Looking Back

In Dinners with Ruth, Nina Totenberg has written a memoir of what life was like in the ‘70s for women interested in professions other than teaching or nursing.  She includes reminiscences of the important political events of the times and her friendship with Ruth Bader Ginsburg.

For those of us who lived through the times, the book brings together in one place memories of the first women in an area to do things – the first woman lawyer in an office or the first journalist for a newspaper – and the obstacles they faced.  Totenberg tells us that those first women stuck together; friendships were important.

She and Ruth Bader Ginsburg became friends before either became famous.  Totenberg was a reporter covering Ginsburg when she asked the Supreme Court to declare discrimination on the basis of sex unconstitutional.  Over the phone, Ginsburg answered her questions, tutored her on the subject, and a friendship was born.

Although the title names Ginsburg as the dinner partner, Totenberg describes, sometimes with too many gossipy details, lunching, wining, and dining with many others in the Washington D.C. circle of power.  A large part of the book is about Totenberg’s own life and her climb to prominence.

But it is a pleasant straight forward read, nostalgic for an older age group and informative for a younger.

Why would anyone want to read an out-of-date book about Hawaii birds?  Not for the most current information about bird behavior; scientists have learned so much in the last eighty years.

But Birds of Hawaii by George Munro, published in 1944, paints a portrait of what the Hawaii bird world was like almost a hundred years ago, and tells by implication how much it has changed.

The bittersweet fact that comes through is the vast abundance and variety of birds and the expectation by birders, that although conservation was needed, the birds would be ok. There were so many nene (Hawaiian geese recently on the endangered list) that they were commonly hunted, even by Munro himself.  Kolea (plovers) were served on toast.  Munro is not especially worried about the endemic Hawaiian forest birds, so many of which, not quite 100 years later, are not ok at all, but are endangered or gone.  

Munro was fine with the introduction of foreign birds into Hawaii’s environment.  There was even an organization, Hui Manu, dedicated to doing just that.  They recognized that the native birds had fled to the hills and they missed their songs in the backyard.  (How many people today in their headsets would even notice?)  Birds were brought in from elsewhere to take their place. 

Maybe Hui Manu was right.  Many of the imported birds have flourished while the native birds have been unable to cope with habitat loss, disease, predation, and climate change.  At least we have some study survivors to enjoy and may yet come to love the rock doves (pigeons) and mynas. 

Reading an older book puts into sharp focus the changes that have occurred. I think about the bounty of that time, the optimism, the can-do attitude, and find it hard to recognize.  Today, although there are some success stories about Hawaiian birds, much of the information, especially about endemic forest birds, is dire. 

Escaping to a tropical island is often the daydream of the harried and overworked. But how about an island far removed from the tropics?  In The Unseen, Roy Jacobsen tells us about Barroy, an island off Norway where it is so cold that one year the ocean freezes. 

The island is just large enough to support the single family that lives there, as are many other islands in that archipelago.

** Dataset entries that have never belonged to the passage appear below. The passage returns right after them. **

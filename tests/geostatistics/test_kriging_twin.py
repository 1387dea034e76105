"""The kernels against their plain NumPy twins, compiled and not compiled, whatever the threads."""

from __future__ import annotations

import os
import subprocess
import sys
from pathlib import Path

import numpy as np
import pytest

from sms_resource.geostatistics import (
    KrigingResult,
    Neighbourhood,
    Structure,
    VariogramModel,
    discretisation_offsets,
    ordinary_kriging,
    simple_kriging,
)

from .kriging_twin import kriged, kriged_everywhere, scene

MODELS = [
    VariogramModel(0.3, [Structure("spherical", 1.0, (40.0, 30.0, 6.0))], 60.0, 20.0, 35.0),
    VariogramModel(
        0.1,
        [Structure("exponential", 0.4, (25.0, 25.0, 5.0)), Structure("gaussian", 0.3, (60.0, 30.0, 9.0))],
        azimuth=20.0,
    ),
]
PASSES = {
    "plain": [Neighbourhood((30.0, 25.0, 8.0), 12, 4, azimuth=40.0)],
    "octants": [
        Neighbourhood((40.0, 30.0, 10.0), 16, 5, 3, 3, "octants", azimuth=60.0, plunge=15.0, tilt=5.0)
    ],
    "quadrants and passes": [
        Neighbourhood((15.0, 15.0, 4.0), 10, 8, 3, 3, "quadrants", 2),
        Neighbourhood((30.0, 30.0, 8.0), 10, 4, 3, 2, "quadrants"),
        Neighbourhood((60.0, 60.0, 16.0), 10, 2),
    ],
    "all in reach": [Neighbourhood((500.0, 500.0, 500.0), 200, 1)],
}
FIELDS = (
    "estimate",
    "variance",
    "lagrange",
    "slope_of_regression",
    "kriging_efficiency",
    "negative_weight_sum",
    "sample_count",
    "hole_count",
    "nearest_distance",
)


def stacked(result: KrigingResult) -> np.ndarray:
    return np.stack([getattr(result, name) for name in FIELDS], axis=-1)


@pytest.mark.parametrize("block", [None, (5.0, 6.0, 2.0)])
@pytest.mark.parametrize("name", PASSES)
def test_kernels_and_twins_agree(name, block):
    points, values, holes, targets = scene(3, targets=15)
    counts = (1, 1, 1) if block is None else (3, 2, 2)
    result = ordinary_kriging(
        points, values, targets, MODELS, PASSES[name], hole_ids=holes, block_size=block, discretisation=counts
    )
    twin = kriged_everywhere(points, values, targets, MODELS, PASSES[name], holes, block, counts)
    np.testing.assert_allclose(stacked(result), twin, rtol=1e-9, atol=1e-9)
    estimated = np.isfinite(twin[:, :, 0])
    np.testing.assert_array_equal(result.status == 0, estimated)
    assert estimated.any()


@pytest.mark.parametrize("samples", [120, 260])  # few go through the packed kernels, many through LAPACK
@pytest.mark.parametrize("block", [None, (5.0, 6.0, 2.0)])
def test_all_samples_and_twin_agree(block, samples):
    points, values, holes, targets = scene(4, samples=samples, targets=12)
    counts = (1, 1, 1) if block is None else (3, 2, 2)
    result = ordinary_kriging(
        points, values, targets, MODELS, None, hole_ids=holes, block_size=block, discretisation=counts
    )
    everything = [Neighbourhood(1e4, 500, 1)]
    twin = kriged_everywhere(points, values, targets, MODELS, everything, holes, block, counts)
    np.testing.assert_allclose(stacked(result), twin, rtol=1e-9, atol=1e-9)


@pytest.mark.parametrize("road", [None, Neighbourhood(1e4, 500, 1)])
def test_simple_kriging_and_twin_agree(road):
    points, values, _, targets = scene(5, columns=1, missing=0.0)
    result = simple_kriging(points, values[:, 0], targets, MODELS[1], road, mean=1.2)
    for b, target in enumerate(targets):
        twin = kriged(points, values[:, 0], target, MODELS[1], None, mean=1.2)
        np.testing.assert_allclose([result.estimate[b], result.variance[b]], twin[:2], rtol=1e-10)


def test_turned_blocks():
    """A block turned in plan is kriged from its turned points."""
    points, values, _, targets = scene(6, columns=1, missing=0.0)
    result = ordinary_kriging(
        points,
        values[:, 0],
        targets,
        MODELS[0],
        block_size=(8, 4, 2),
        discretisation=(3, 2, 1),
        block_azimuth=30.0,
    )
    offsets = discretisation_offsets((8, 4, 2), (3, 2, 1), 30.0)
    flat = discretisation_offsets((8, 4, 2), (3, 2, 1))
    c, s = np.cos(np.radians(30.0)), np.sin(np.radians(30.0))
    np.testing.assert_allclose(
        offsets, flat @ np.array([[c, -s, 0.0], [s, c, 0.0], [0.0, 0.0, 1.0]]), atol=1e-12
    )
    for b, target in enumerate(targets):
        twin = kriged(points, values[:, 0], target, MODELS[0], offsets)
        np.testing.assert_allclose([result.estimate[b], result.variance[b]], twin[:2], rtol=1e-9)


@pytest.mark.parametrize("name", PASSES)
def test_threads_do_not_matter(name):
    points, values, holes, targets = scene(8, targets=700)
    one, two = (
        ordinary_kriging(
            points, values, targets, MODELS, PASSES[name], hole_ids=holes, block_size=(4, 4, 2),
            discretisation=(2, 2, 2), threads=threads,
        )
        for threads in (1, 2)
    )  # fmt: skip
    for field in KrigingResult.__dataclass_fields__:
        assert getattr(one, field).tobytes() == getattr(two, field).tobytes(), field


def test_company_does_not_matter():
    """A target gets the same bytes alone, in any order, and in a crowd: no dependence on chunks or packs."""
    points, values, holes, targets = scene(9, targets=300)
    settings = {"hole_ids": holes, "block_size": (4, 4, 2), "discretisation": (2, 2, 2)}
    crowd = ordinary_kriging(points, values, targets, MODELS, PASSES["octants"], **settings)
    order = np.random.default_rng(0).permutation(len(targets))
    mixed = ordinary_kriging(points, values, targets[order], MODELS, PASSES["octants"], **settings)
    for field in KrigingResult.__dataclass_fields__:
        assert getattr(mixed, field).tobytes() == getattr(crowd, field)[order].tobytes(), field
    for row in range(0, 300, 37):
        alone = ordinary_kriging(
            points, values, targets[row : row + 1], MODELS, PASSES["octants"], **settings
        )
        assert alone.estimate.tobytes() == crowd.estimate[row : row + 1].tobytes()


def uncompiled_case():
    """A small case that takes every branch: blocks, points, passes, missing values, too few samples."""
    points, values, holes, targets = scene(10, samples=30, holes=6, targets=11)
    blocks = ordinary_kriging(
        points, values, targets, MODELS, PASSES["quadrants and passes"], hole_ids=holes, block_size=(5, 5, 2),
        discretisation=(2, 1, 1), threads=1,
    )  # fmt: skip
    single = ordinary_kriging(
        points, values, points[:4], MODELS, PASSES["octants"], hole_ids=holes, threads=1
    )
    everything = ordinary_kriging(points, values, targets, MODELS, None, threads=1)
    return np.concatenate([stacked(result).ravel() for result in (blocks, single, everything)])


def test_kernels_without_the_jit(tmp_path):
    """The same numbers with NUMBA_DISABLE_JIT=1, where the kernels run as plain Python."""
    place = tmp_path / "plain.npy"
    code = (
        "import numpy as np; from tests.geostatistics.test_kriging_twin import uncompiled_case; "
        f"np.save({str(place)!r}, uncompiled_case())"
    )
    environment = {**os.environ, "NUMBA_DISABLE_JIT": "1"}
    folder = Path(__file__).parents[2]
    run = subprocess.run(
        [sys.executable, "-c", code], env=environment, cwd=folder, capture_output=True, text=True
    )
    assert run.returncode == 0, run.stderr
    np.testing.assert_allclose(np.load(place), uncompiled_case(), rtol=1e-9, atol=1e-9)
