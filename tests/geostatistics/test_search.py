"""The search against a full sort, and what it promises: sectors, holes, passes, ties, restraint, domains."""

from __future__ import annotations

import numpy as np
import pytest
from hypothesis import given, settings
from hypothesis import strategies as st

from sms_resource.geostatistics import (
    HighGradeRestraint,
    Neighbourhood,
    Structure,
    VariogramModel,
    find_coincident,
    ordinary_kriging,
    select_for_domain,
)
from sms_resource.geostatistics.search_run import Finder, near_order

from .kriging_twin import chosen_samples, scene

MODEL = VariogramModel(0.2, [Structure("spherical", 1.0, (40.0, 40.0, 10.0))])


def assert_same_samples(points, holes, targets, item, skip_hole=None, skip_sample=None, threads=1):
    """The kernel and the full sort take the same samples for every target."""
    found = Finder(points, holes.astype(np.int32), [item], threads).find(
        np.ascontiguousarray(targets), skip_hole, skip_sample
    )
    for b, target in enumerate(targets):
        rows, hole_count, enough = chosen_samples(
            points,
            holes,
            target,
            item,
            None if skip_hole is None else skip_hole[b],
            None if skip_sample is None else skip_sample[b],
        )
        assert found.samples[b, : found.count[b]].tolist() == rows.tolist()
        assert found.hole_count[b] == hole_count
        assert (found.status[b] == 0) == enough


@st.composite
def neighbourhoods(draw):
    most = draw(st.integers(1, 40))
    return Neighbourhood(
        radii=tuple(draw(st.floats(3.0, 120.0)) for _ in range(3)),
        max_samples=most,
        min_samples=draw(st.integers(1, most)),
        max_per_hole=draw(st.one_of(st.none(), st.integers(1, 6))),
        min_holes=draw(st.integers(1, min(4, most))),
        sectors=draw(st.sampled_from(["none", "quadrants", "octants"])),
        max_per_sector=draw(st.one_of(st.none(), st.integers(1, 8))),
        azimuth=draw(st.floats(-180.0, 180.0)),
        plunge=draw(st.floats(-90.0, 90.0)),
        tilt=draw(st.floats(-90.0, 90.0)),
    )


@settings(max_examples=60, deadline=None)
@given(item=neighbourhoods(), seed=st.integers(0, 10_000), step=st.floats(0.05, 8.0))
def test_search_is_a_full_sort(item, seed, step):
    """Targets on a grid fine or coarse, so that groups of them are narrow or wide."""
    points, _, holes, _ = scene(seed, samples=150, holes=12, targets=1)
    corner = np.random.default_rng(seed).uniform(0, 60, 3) - [0, 0, 70]
    grid = np.stack(np.meshgrid(*[np.arange(5.0)] * 3, indexing="ij"), axis=-1).reshape(-1, 3)
    targets = corner + grid * step
    assert_same_samples(points, holes, targets[near_order(targets)], item)


@settings(max_examples=15, deadline=None)
@given(item=neighbourhoods(), seed=st.integers(0, 10_000))
def test_search_from_afar(item, seed):
    """Targets strewn without order: the groups are as wide as the field."""
    points, _, holes, targets = scene(seed, samples=100, targets=70)
    assert_same_samples(points, holes, targets, item, threads=2)


@settings(max_examples=15, deadline=None)
@given(item=neighbourhoods(), seed=st.integers(0, 10_000))
def test_search_without_the_own_hole(item, seed):
    points, _, holes, _ = scene(seed, samples=90)
    everyone = np.arange(90, dtype=np.int32)
    assert_same_samples(points, holes, points, item, holes.astype(np.int32), everyone)
    assert_same_samples(points, holes, points, item, None, everyone)


@pytest.mark.parametrize("sectors", ["none", "quadrants", "octants"])
def test_ties_are_settled_by_order(sectors):
    """On a regular grid many distances are equal: the sample that comes first wins, whatever the rounding."""
    axis = np.arange(-3.0, 4.0)
    points = np.stack(np.meshgrid(axis, axis, axis, indexing="ij"), axis=-1).reshape(-1, 3)
    holes = np.arange(len(points)) % 7
    targets = np.array([[0.0, 0.0, 0.0], [0.5, 0.5, 0.5], [1.0, 0.0, -1.0]])
    item = Neighbourhood(4.0, 20, 1, 5, 1, sectors)
    assert_same_samples(points, holes, targets, item)
    # a thirtieth of a turn moves no distance, but it moves every last digit
    turned = Neighbourhood(4.0, 20, 1, azimuth=12.0)
    first = Finder(points, holes.astype(np.int32), [Neighbourhood(4.0, 20, 1)], 1).find(targets)
    second = Finder(points, holes.astype(np.int32), [turned], 1).find(targets)
    np.testing.assert_array_equal(first.samples, second.samples)


def test_octants_count_over_all_samples_in_reach():
    """A crowd on one side does not keep out the few on the other, as filtering the nearest few would."""
    rng = np.random.default_rng(1)
    crowd = rng.uniform(1.0, 3.0, (100, 3))
    lonely = np.array([[-20.0, -20.0, -20.0], [-25.0, 20.0, 20.0], [20.0, -25.0, 20.0]])
    points = np.vstack([crowd, lonely])
    item = Neighbourhood(60.0, 24, 1, sectors="octants", max_per_sector=2)
    found = Finder(points, np.arange(103, dtype=np.int32), [item], 1).find(np.zeros((1, 3)))
    taken = found.samples[0, : found.count[0]]
    assert found.count[0] == 5
    assert set(taken) >= {100, 101, 102}
    nearest = np.argsort((crowd**2).sum(axis=1))[:2]
    assert set(taken) - {100, 101, 102} == set(nearest)


def test_sector_limit_defaults_to_an_even_share():
    assert Neighbourhood(10.0, 24, sectors="octants").sector_limit == 3
    assert Neighbourhood(10.0, 10, sectors="octants").sector_limit == 2
    assert Neighbourhood(10.0, 10, sectors="quadrants", max_per_sector=7).sector_limit == 7
    assert Neighbourhood(10.0, 10).sector_limit == 10


def test_passes_are_tried_in_turn():
    points, values, _, targets = scene(2, columns=1, missing=0.0, targets=60)
    small, large = Neighbourhood(8.0, 12, 4), Neighbourhood(30.0, 12, 4)
    both = ordinary_kriging(points, values[:, 0], targets, MODEL, [small, large])
    one = ordinary_kriging(points, values[:, 0], targets, MODEL, small)
    two = ordinary_kriging(points, values[:, 0], targets, MODEL, large)
    first = one.status == 0
    assert 0 < first.sum() < 60
    np.testing.assert_array_equal(both.pass_number, np.where(first, 1, np.where(two.status == 0, 2, 0)))
    np.testing.assert_array_equal(both.estimate[first], one.estimate[first])
    np.testing.assert_array_equal(both.estimate[~first], two.estimate[~first])
    assert small.grown(2.0).radii == (16.0, 16.0, 16.0)


def test_high_grades_are_clipped_beyond_their_reach():
    points, values, _, targets = scene(12, columns=2, missing=0.0)
    item = Neighbourhood((40.0, 30.0, 12.0), 14, 2, azimuth=20.0)
    threshold = np.quantile(values[:, 0], 0.8)
    restraint = HighGradeRestraint([threshold, np.nan], fraction=0.4)
    plain = ordinary_kriging(points, values, targets, MODEL, item)
    result = ordinary_kriging(points, values, targets, MODEL, item, high_grade_restraint=restraint)
    np.testing.assert_array_equal(result.estimate[:, 1], plain.estimate[:, 1])
    np.testing.assert_array_equal(result.variance, plain.variance)
    changed = 0
    for b, target in enumerate(targets):
        apart = np.linalg.norm(((points - target) @ item.axes.T) / item.radii, axis=1)
        clipped = np.where((apart > 0.4) & (values[:, 0] > threshold), threshold, values[:, 0])
        expected = ordinary_kriging(points, clipped, target[None], MODEL, item).estimate[0]
        assert result.estimate[b, 0] == pytest.approx(expected, rel=1e-12)
        changed += abs(result.estimate[b, 0] - plain.estimate[b, 0]) > 1e-6
    assert changed > 5
    in_metres = HighGradeRestraint([threshold, np.nan], distance_m=16.0)
    same = ordinary_kriging(points, values, targets, MODEL, item, high_grade_restraint=in_metres)
    np.testing.assert_array_equal(same.estimate, result.estimate)


def test_domains():
    points = np.array([[0.0, 0, 0], [4.0, 0, 0], [6.0, 0, 0], [9.0, 0, 0], [30.0, 0, 0]])
    domain = ["massive", "massive", "cap", "cap", "stockwork"]
    blocks = np.array([[0.0, 0, 0], [3.0, 0, 0]])
    hard = select_for_domain(points, domain, "massive", blocks)
    soft = select_for_domain(points, domain, "massive", blocks, soft_with={"cap": 3.0})
    assert hard.tolist() == [True, True, False, False, False]
    assert soft.tolist() == [True, True, True, False, False]
    with pytest.raises(ValueError, match="sample_domain has 2 entries"):
        select_for_domain(points, domain[:2], "massive", blocks)
    with pytest.raises(ValueError, match="soft_with"):
        select_for_domain(points, domain, "massive", blocks, soft_with={"cap": -1.0})


def test_coincident_pairs():
    points = np.array([[0.0, 0, 0], [1.0, 0, 0], [0.0, 0, 1e-7], [1.0, 0, 0.05]])
    assert find_coincident(points).tolist() == [[0, 2]]
    assert find_coincident(points, 0.1).tolist() == [[0, 2], [1, 3]]
    assert find_coincident(points[:1]).shape == (0, 2)


@pytest.mark.parametrize(
    ("settings", "message"),
    [
        ({"radii": 0.0}, "radii"),
        ({"radii": (1.0, 2.0)}, "radii"),
        ({"radii": 5.0, "max_samples": 3}, "min_samples 4 is more than max_samples 3"),
        ({"radii": 5.0, "max_samples": 0}, "max_samples"),
        ({"radii": 5.0, "max_samples": 5000}, "at most 1000"),
        ({"radii": 5.0, "min_holes": 30}, "min_holes 30 is more than max_samples"),
        ({"radii": 5.0, "max_per_hole": 2.5}, "max_per_hole"),
        ({"radii": 5.0, "sectors": "thirds"}, "sectors"),
        ({"radii": 5.0, "azimuth": np.nan}, "azimuth"),
    ],
)
def test_bad_neighbourhoods(settings, message):
    with pytest.raises(ValueError, match=message):
        Neighbourhood(**settings)


def test_bad_restraints():
    with pytest.raises(ValueError, match="fraction"):
        HighGradeRestraint(1.0, fraction=0.0)
    with pytest.raises(ValueError, match="thresholds has 3 numbers; wanted 1 or 2"):
        HighGradeRestraint([1.0, 2.0, 3.0]).per_column(2)


@pytest.mark.parametrize("sectors", ["none", "octants"])
def test_a_sample_on_the_ellipsoid_is_inside(sectors):
    points = np.array([[3.0, 0.0, 0.0], [0.0, -4.0, 0.0], [0.0, 0.0, 5.0], [3.001, 0.0, 0.0]])
    item = Neighbourhood((4.0, 3.0, 5.0), 4, 1, 3, 1, sectors, 4)
    found = Finder(points, np.zeros(4, dtype=np.int32), [item], 1).find(np.zeros((1, 3)))
    assert found.samples[0, : found.count[0]].tolist() == [0, 1, 2]
    free = Neighbourhood((4.0, 3.0, 5.0), 4, 1, None, 1, sectors, 4)
    found = Finder(points, np.zeros(4, dtype=np.int32), [free], 1).find(np.zeros((1, 3)))
    assert found.samples[0, : found.count[0]].tolist() == [0, 1, 2]
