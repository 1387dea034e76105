"""What must hold for any data: the properties of the method, tried on random scenes."""

from __future__ import annotations

import numpy as np
import pytest
from hypothesis import HealthCheck, given, settings
from hypothesis import strategies as st

from sms_resource.geostatistics import (
    Neighbourhood,
    Structure,
    VariogramModel,
    discretisation_offsets,
    ordinary_kriging,
)

from .kriging_twin import scene

tried = settings(max_examples=15, deadline=None, suppress_health_check=[HealthCheck.too_slow])
seeds = st.integers(0, 10_000)


@st.composite
def models(draw):
    shape = draw(st.sampled_from(["spherical", "exponential", "gaussian"]))
    ranges = tuple(draw(st.floats(5.0, 80.0)) for _ in range(3))
    angles = [draw(st.floats(-180.0, 180.0)) for _ in range(3)]
    return VariogramModel(draw(st.floats(0.05, 2.0)), [Structure(shape, 1.0, ranges)], *angles)


def case(seed):
    points, values, holes, targets = scene(seed, samples=50, holes=9, targets=12, missing=0.1)
    return points, values, holes, targets


NEAR = Neighbourhood((40.0, 30.0, 12.0), 16, 3, 4, 1, "octants", azimuth=35.0, plunge=10.0, tilt=5.0)
ROADS = [None, NEAR]


@pytest.mark.parametrize("road", ROADS)
@tried
@given(seed=seeds, model=models(), constant=st.floats(-50.0, 50.0))
def test_weights_sum_to_one(road, seed, model, constant):
    """A constant field is kriged to the constant."""
    points, values, holes, targets = case(seed)
    flat = np.where(np.isfinite(values), constant, np.nan)
    result = ordinary_kriging(points, flat, targets, model, road, hole_ids=holes)
    done = result.status == 0
    np.testing.assert_allclose(result.estimate[done], constant, rtol=1e-10, atol=1e-10)


@pytest.mark.parametrize("road", ROADS)
@tried
@given(seed=seeds, model=models(), shift=st.floats(-100.0, 100.0), factor=st.floats(0.01, 100.0))
def test_change_of_units(road, seed, model, shift, factor):
    """Values times a factor plus a shift: so is the estimate, and the variance takes the factor squared."""
    points, values, holes, targets = case(seed)
    first = ordinary_kriging(points, values, targets, model, road, hole_ids=holes)
    second = ordinary_kriging(
        points, values * factor + shift, targets, model.scaled(factor**2), road, hole_ids=holes
    )
    scale = factor * 10.0 + abs(shift)
    np.testing.assert_allclose(second.estimate, first.estimate * factor + shift, rtol=1e-9, atol=1e-9 * scale)
    np.testing.assert_allclose(second.variance, first.variance * factor**2, rtol=1e-8, atol=1e-9 * factor**2)
    np.testing.assert_allclose(second.slope_of_regression, first.slope_of_regression, rtol=1e-8, atol=1e-9)


@pytest.mark.parametrize("road", ROADS)
@tried
@given(seed=seeds, model=models(), east=st.integers(-(10**7), 10**7), north=st.integers(-(10**7), 10**7))
def test_translation(road, seed, model, east, north):
    """Coordinates of ten thousand kilometres lose no more than their own last digits."""
    points, values, holes, targets = case(seed)
    points, targets = points.round(2), targets.round(2)
    move = np.array([east, north, -4000.0])
    first = ordinary_kriging(points, values, targets, model, road, hole_ids=holes)
    second = ordinary_kriging(points + move, values, targets + move, model, road, hole_ids=holes)
    np.testing.assert_array_equal(second.sample_count, first.sample_count)
    np.testing.assert_allclose(second.estimate, first.estimate, rtol=1e-6, atol=1e-6)
    np.testing.assert_allclose(second.variance, first.variance, rtol=1e-6, atol=1e-6)


@pytest.mark.parametrize("near", [False, True])
@tried
@given(
    seed=seeds, turn=st.floats(-180.0, 180.0), azimuth=st.floats(0.0, 180.0), plunge=st.floats(-60.0, 60.0)
)
def test_rotation(near, seed, turn, azimuth, plunge):
    """Turn samples, targets, model and search in plan together, and nothing changes."""
    points, values, holes, targets = case(seed)
    c, s = np.cos(np.radians(turn)), np.sin(np.radians(turn))
    clockwise = np.array([[c, -s, 0.0], [s, c, 0.0], [0.0, 0.0, 1.0]])

    def krige(spin, matrix):
        model = VariogramModel(
            0.2, [Structure("spherical", 1.0, (50.0, 30.0, 9.0))], azimuth + spin, plunge, 25.0
        )
        road = (
            Neighbourhood((40.0, 30.0, 12.0), 12, 3, azimuth=azimuth + spin, plunge=plunge) if near else None
        )
        return ordinary_kriging(points @ matrix, values, targets @ matrix, model, road, hole_ids=holes)

    first, second = krige(0.0, np.eye(3)), krige(turn, clockwise)
    np.testing.assert_array_equal(second.sample_count, first.sample_count)
    np.testing.assert_allclose(second.estimate, first.estimate, rtol=1e-8, atol=1e-8)
    np.testing.assert_allclose(second.variance, first.variance, rtol=1e-8, atol=1e-8)


@pytest.mark.parametrize("road", ROADS)
@tried
@given(seed=seeds, model=models())
def test_permutation_of_samples(road, seed, model):
    points, values, holes, targets = case(seed)
    order = np.random.default_rng(seed).permutation(len(points))
    first = ordinary_kriging(points, values, targets, model, road, hole_ids=holes)
    second = ordinary_kriging(points[order], values[order], targets, model, road, hole_ids=holes[order])
    np.testing.assert_array_equal(second.sample_count, first.sample_count)
    np.testing.assert_allclose(second.estimate, first.estimate, rtol=1e-9, atol=1e-9)
    np.testing.assert_allclose(second.variance, first.variance, rtol=1e-9, atol=1e-9)


@pytest.mark.parametrize("road", ROADS)
@tried
@given(seed=seeds, model=models())
def test_exact_at_the_data(road, seed, model):
    points, values, holes, _ = case(seed)
    result = ordinary_kriging(points, values, points, model, road, hole_ids=holes)
    present = np.isfinite(values) & (result.status == 0)
    np.testing.assert_array_equal(result.estimate[present], values[present])
    np.testing.assert_array_equal(result.variance[present], 0.0)


@tried
@given(seed=seeds, model=models())
def test_block_is_the_mean_of_its_points(seed, model):
    """With the same samples (all of them), estimate for estimate."""
    points, values, _holes, targets = case(seed)
    size, counts = (6.0, 4.0, 2.0), (3, 2, 2)
    block = ordinary_kriging(points, values, targets, model, block_size=size, discretisation=counts)
    inside = (targets[:, None] + discretisation_offsets(size, counts)).reshape(-1, 3)
    single = ordinary_kriging(points, values, inside, model)
    mean = single.estimate.reshape(len(targets), 12, -1).mean(axis=1)
    np.testing.assert_allclose(block.estimate, mean, rtol=1e-8, atol=1e-8)


@tried
@given(seed=seeds, model=models())
def test_more_samples_never_raise_the_variance(seed, model):
    points, values, _holes, targets = case(seed)
    few = ordinary_kriging(points, values[:, 0], targets, model, Neighbourhood(1e3, 6, 1))
    many = ordinary_kriging(points, values[:, 0], targets, model, Neighbourhood(1e3, 20, 1))
    assert (many.variance <= few.variance + 1e-9).all()
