"""Open data sets of R's gstat (Pebesma 2004), exported when a test asks for them; nothing of them is kept here."""

from __future__ import annotations

import functools
import io
import shutil
import subprocess

import pandas as pd
import pytest

SETS = {
    "jura.pred": ("jura", "prediction.dat"),
    "walker": ("walker", "as.data.frame(walker)"),
    "walker.exh": ("walker", "as.data.frame(walker.exh)"),
}


def run_r(script: str) -> str:
    """Standard output of an R script; the test is skipped where R or gstat is absent."""
    if shutil.which("Rscript") is None:
        pytest.skip("R is not installed: no live comparison with gstat")
    done = subprocess.run(["Rscript", "-e", script], capture_output=True, text=True, timeout=120, check=False)
    if done.returncode != 0:
        pytest.skip(f"R could not run gstat: {done.stderr.strip()[-200:]}")
    return done.stdout


@functools.cache
def open_data(name: str) -> pd.DataFrame:
    """One data set as a table."""
    group, expression = SETS[name]
    text = run_r(
        f"suppressMessages(library(gstat)); data({group}); write.csv({expression}, stdout(), row.names=FALSE)"
    )
    return pd.read_csv(io.StringIO(text))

Jacobsen brings to life three generations who know the land intimately, revel in its harsh offerings, and sustain themselves in often brutal conditions.  The children are the most interesting characters, remarkable in their self-sufficiency as they take on adult chores.

The islanders, producers of what they require, and poor, are not consumers sought after by the rest of the world and are thus “unseen.”  But the author teases us with other possible meanings for the term.  At the very beginning, a visiting priest looks back across the water at his home parish and realizes he has never seen it from this perspective.  Father and daughter ponder messages in bottles, cast up by the ever-present storms, about lifestyles they will never know.  A convict arrives on their island and “steals something they didn’t know they had.”

The Unseen reminded me of Sweetland by Michael Crummey.  Both memorialize hard physical ways of life passing out of existence even on remote islands.  Both have characters who are marginalized in broad society but flourish in the rough agricultural, fishing environment.

Here’s a feel good story.  Friends and I were walking through a botanical garden the other day when a family with two small boys caught up with us. The two boys were jabbering away. 

What were they talking about?  They were debating the merits of various libraries – which had the better selection of children’s books.  All is not lost yet.

2 thoughts on “Looking Back”

  1. You always write such comprehensive reviews. Enough facts to satisfy a reader of your chosen books, plus plenty to encourage reading something new. I may have to read about Hawaiian birds now.